You are viewing a plain text version of this content. The canonical link for it is here.
Posted to commits@opennlp.apache.org by ko...@apache.org on 2018/10/15 07:02:57 UTC

[opennlp] 01/01: Revert "OPENNLP-1214: use hash to avoid linear search in DefaultEndOfSentenceScanner and DefaultSDContextGenerator (#329)"

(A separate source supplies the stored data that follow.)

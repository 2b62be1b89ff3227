/** Fits whenever another drawing comes onto the sheet, and beside the title block once that is there; never while one works. */

import { useEffect } from 'react';
import { useReactFlow } from 'reactflow';
import { type State, store, useStore } from '../store/index.ts';
import { useFit } from './useFit.ts';

const key = (state: State) => state.document.key;
const hasTitleBlock = (state: State) => state.view.hasTitleBlock;
const isUntouched = () => store.getState().document.past.length === 0;

export function useFitOnOpening(): void {
  const fitDrawing = useFit();
  const drawing = useStore(key);
  const isComplete = useStore(hasTitleBlock);
  const isReady = useReactFlow().viewportInitialized;
  // biome-ignore lint/correctness/useExhaustiveDependencies: it is the change of drawing, or the title block's coming, that asks for a fit
  useEffect(() => {
    if (isReady && isUntouched()) fitDrawing(false);
  }, [drawing, isReady, isComplete, fitDrawing]);
}
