/**
 * Routes while much is dragged: wires between dragged blocks move along, wires from them to the rest are plain elbows, all
 * others stay. Cheap enough for every frame; the full way is found when the hand lets go.
 */

import type { BlockGeometry, SheetGeometry } from '../../diagram/geometry/index.ts';
import type { Point, PortReference, Sheet } from '../../diagram/index.ts';
import { elbowRoute, type PortEnd, type Routes, type WireRoute } from '../../diagram/routing/index.ts';

interface Placed {
  readonly sheet: Sheet;
  readonly geometry: SheetGeometry;
}

/**
 * @param former  the sheet at the start of the drag, or as it was last fully routed: the same wires in the same order.
 * @param held    where the dragged blocks are now, by id.
 * @returns       routes without the dots of wires that the drag touches.
 */
export function heldRoutes(
  former: Placed & { readonly routes: Routes },
  now: Placed,
  held: ReadonlyMap<string, Point>,
): Routes {
  const shift = shiftOf(former.sheet, held);
  const blocks = new Map(now.sheet.blocks.map(block => [block.id, block.at ?? ([0, 0] as const)]));
  const end = ([id, port]: PortReference, side: 'inputs' | 'outputs'): PortEnd | null =>
    endAt(blocks.get(id), now.geometry.get(id), port, side);
  const touched: Point[][] = [];
  const wires = now.sheet.wires.map((wire, index): WireRoute => {
    const route = former.routes.wires[index] ?? { points: [], forced: false };
    const [fromHeld, toHeld] = [held.has(wire.from[0]), held.has(wire.to[0])];
    if (!fromHeld && !toHeld) return route;
    touched.push([...route.points]);
    if (fromHeld && toHeld) return { ...route, points: route.points.map(([x, y]) => [x + shift[0], y + shift[1]]) };
    const [from, to] = [end(wire.from, 'outputs'), end(wire.to, 'inputs')];
    return from === null || to === null ? route : { points: elbowRoute(from, to), forced: true };
  });
  const corners = new Set(touched.flatMap(points => points.map(String)));
  const dots = former.routes.dots.filter(
    dot => !corners.has(String(dot)) && !touched.some(points => runsThrough(points, dot)),
  );
  return { wires, dots };
}

/** By how much everything in hand has moved: all of it moves together. */
function shiftOf({ blocks }: Sheet, held: ReadonlyMap<string, Point>): Point {
  for (const { id, at } of blocks) {
    const now = held.get(id);
    if (now !== undefined && at !== undefined) return [now[0] - at[0], now[1] - at[1]];
  }
  return [0, 0];
}

function endAt(
  at: Point | undefined,
  geometry: BlockGeometry | undefined,
  port: number,
  side: 'inputs' | 'outputs',
): PortEnd | null {
  const place = geometry?.[side][port];
  return at === undefined || place === undefined ? null : { x: at[0] + place.x, y: at[1] + place.y, side: place.side };
}

function runsThrough(points: readonly Point[], [x, y]: Point): boolean {
  return points.some(([x0, y0], index) => {
    const next = points[index + 1];
    if (next === undefined) return false;
    const isBeside = x === x0 && x === next[0] && (y - y0) * (y - next[1]) <= 0;
    return isBeside || (y === y0 && y === next[1] && (x - x0) * (x - next[0]) <= 0);
  });
}
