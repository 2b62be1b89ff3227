/** The document's wire behind one of React Flow's. */

import type { Wire } from '../../diagram/index.ts';
import { wireKey } from '../../diagram/routing/index.ts';
import { store } from '../store/index.ts';

/** Undefined where the wire is gone. */
export function wireOf({ id }: { readonly id: string }): Wire | undefined {
  return store.getState().document.diagram.wires.find(wire => wireKey(wire) === id);
}
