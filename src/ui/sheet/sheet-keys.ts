/** Keys for single blocks: parts by their letter, moving by squares, wiring, mirroring, removing; and for what is seen. */

import { GRID } from '../../diagram/geometry/index.ts';
import { bendChosen } from '../commands/bend-chosen.ts';
import { chosenIds } from '../commands/chosen-blocks.ts';
import { placePartInWire } from '../commands/insert-in-wire.ts';
import type { KeyRow } from '../keys/index.ts';
import { actions, store } from '../store/index.ts';
import { beginWriting } from '../write-line/begin-writing.ts';
import { PARTS } from '../write-line/parts.ts';
import { shownTitle } from './block-sentence.ts';
import { connectBlocks } from './connect-blocks.ts';
import { focusedBlock } from './focus-block.ts';
import { pointerPlace } from './pointer.ts';
import { removeSelected } from './remove-selected.ts';

const MOVES: Readonly<Record<string, readonly [number, number]>> = {
  ArrowLeft: [-GRID, 0],
  ArrowRight: [GRID, 0],
  ArrowUp: [0, -GRID],
  ArrowDown: [0, GRID],
};

/** Squares that an arrow key moves with Shift held. */
const LONG_MOVE = 5;

const ON_SHEET = { group: 'On the sheet' } as const;
const PLACE = { group: 'Place a block' } as const;

const ARROWS = Object.keys(MOVES);
const LONG_ARROWS = ARROWS.map(key => `Shift+${key}`);

/** What starts the write-a-block line: digits, brackets, signs, and capital letters, since small ones place parts. */
const WRITING = [...'0123456789', ...'ABCDEFGHIJKLMNOPQRSTUVWXYZ', ...'([+->.@"'];

export const BLOCK_KEYS: readonly KeyRow[] = [
  ...PARTS.map(
    ({ id, key, label }): KeyRow => ({
      ...PLACE,
      keys: [key.toLowerCase()],
      does: `${label}; into the selected wire where it can stand in one`,
      act: () => placeByKey(id),
    }),
  ),
  { ...PLACE, keys: WRITING, does: 'write a block: opens the line with that character', act: ({ key }) => write(key) },
  { ...ON_SHEET, keys: ['Enter'], does: "open the block's fields, or end the wire that was begun", act: enter },
  { ...ON_SHEET, keys: [' '], does: 'add the block in focus to the selection, or take it out', act: toggleFocused },
  {
    ...ON_SHEET,
    keys: ARROWS,
    does: 'move the selected blocks by one square, or bend the selected wire',
    act: ({ key }) => move(key, 1),
  },
  {
    ...ON_SHEET,
    keys: LONG_ARROWS,
    does: 'move the selected blocks by five squares',
    act: ({ key }) => move(key, LONG_MOVE),
  },
  {
    ...ON_SHEET,
    keys: ['w'],
    does: 'wire the selected block: choose where to with Tab, Enter connects',
    act: beginWire,
  },
  { ...ON_SHEET, keys: ['m'], does: 'mirror', act: mirrorChosen },
  { ...ON_SHEET, keys: ['Delete', 'Backspace'], does: 'remove what is selected', act: () => removeSelected(false) },
  {
    ...ON_SHEET,
    keys: ['Shift+Delete', 'Shift+Backspace'],
    does: 'remove it so that the wires close behind',
    act: () => removeSelected(true),
  },
  { ...ON_SHEET, keys: ['Escape'], does: 'let go of what is selected or begun', act: letGo },
];

export const VIEW_KEYS: readonly KeyRow[] = [
  { group: 'See', keys: ['z'], does: 'fit the drawing to the sheet', act: fit },
  { group: 'See', keys: ['p'], does: 'print the sheet on one page, with its title block', act: print },
  { group: 'See', keys: ['?'], does: 'this page', act: openKeys },
];

function placeByKey(part: string): boolean {
  placePartInWire(part, null);
  return true;
}

function move(key: string, squares: number): boolean {
  const step = MOVES[key];
  return step !== undefined && (bendChosen(step) || moveChosen(step, squares));
}

function moveChosen([dx, dy]: readonly [number, number], squares: number): boolean {
  const ids = [...chosenIds()];
  if (ids.length === 0) return false;
  actions.edit({ kind: 'moveBlocks', ids, dx: dx * squares, dy: dy * squares });
  return true;
}

/** Ends a wire that was begun, else opens the fields of the block in focus. */
function enter(): boolean {
  const { wiringFrom } = store.getState().view;
  const target = focusedBlock() ?? [...store.getState().selection.blocks][0];
  if (target === undefined) return false;
  if (wiringFrom === null) actions.editFields(target);
  else if (connectBlocks([wiringFrom, 0], [target, null])) actions.beginWire(null);
  return true;
}

function toggleFocused(): boolean {
  const focused = focusedBlock();
  if (focused === null) return false;
  const blocks = new Set(store.getState().selection.blocks);
  if (!blocks.delete(focused)) blocks.add(focused);
  actions.selectBlocks(blocks);
  return true;
}

function letGo(): boolean {
  actions.beginWire(null);
  actions.editFields(null);
  actions.beginWritingAt(null);
  actions.selectBlocks([]);
  return true;
}

function mirrorChosen(): boolean {
  const ids = [...chosenIds()];
  if (ids.length === 0) return false;
  actions.edit({ kind: 'mirrorBlocks', ids }, 'Mirrored.');
  return true;
}

function beginWire(): boolean {
  const from = focusedBlock() ?? [...store.getState().selection.blocks][0];
  const block = store.getState().document.diagram.blocks.find(({ id }) => id === from);
  if (block === undefined) return false;
  actions.beginWire(block.id);
  actions.notify(`Wire from ${shownTitle(block)}: go to the block it leads to and press Enter. Escape lets go.`);
  return true;
}

/** The block goes where the pointer is, unless it is chained to a selected one or goes into a selected wire. */
function write(key: string): boolean {
  const at = pointerPlace();
  const { blocks, wires } = store.getState().selection;
  if (at !== null && blocks.size !== 1 && wires.size !== 1) actions.beginWritingAt({ at, from: null });
  beginWriting(key);
  return true;
}

function fit(_: unknown, fitDrawing: () => void): boolean {
  fitDrawing();
  return true;
}

function print(): boolean {
  window.print();
  return true;
}

function openKeys(): boolean {
  actions.openDialog('keys');
  return true;
}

This is an automated email from the ASF dual-hosted git repository.

koji pushed a commit to branch revert-329-OPENNLP-1214
in repository https://gitbox.apache.org/repos/asf/opennlp.git

commit bf0d13b4b0c5304e1134ac295a9c1cb3767c3dcc
Author: Koji Sekiguchi <ko...@rondhuit.com>
AuthorDate: Mon Oct 15 16:02:50 2018 +0900

    Revert "OPENNLP-1214: use hash to avoid linear search in DefaultEndOfSentenceScanner and DefaultSDContextGenerator (#329)"
    
    This reverts commit 51cbde659383c8931525a51cf5066092826082ae.
---
 .../sentdetect/DefaultEndOfSentenceScanner.java    | 26 +++-------
 .../sentdetect/DefaultSDContextGenerator.java      | 26 +++++-----
 .../tools/sentdetect/EndOfSentenceScanner.java     |  8 ---
 .../sentdetect/DefaultSDContextGeneratorTest.java  | 59 ----------------------
 4 files changed, 22 insertions(+), 97 deletions(-)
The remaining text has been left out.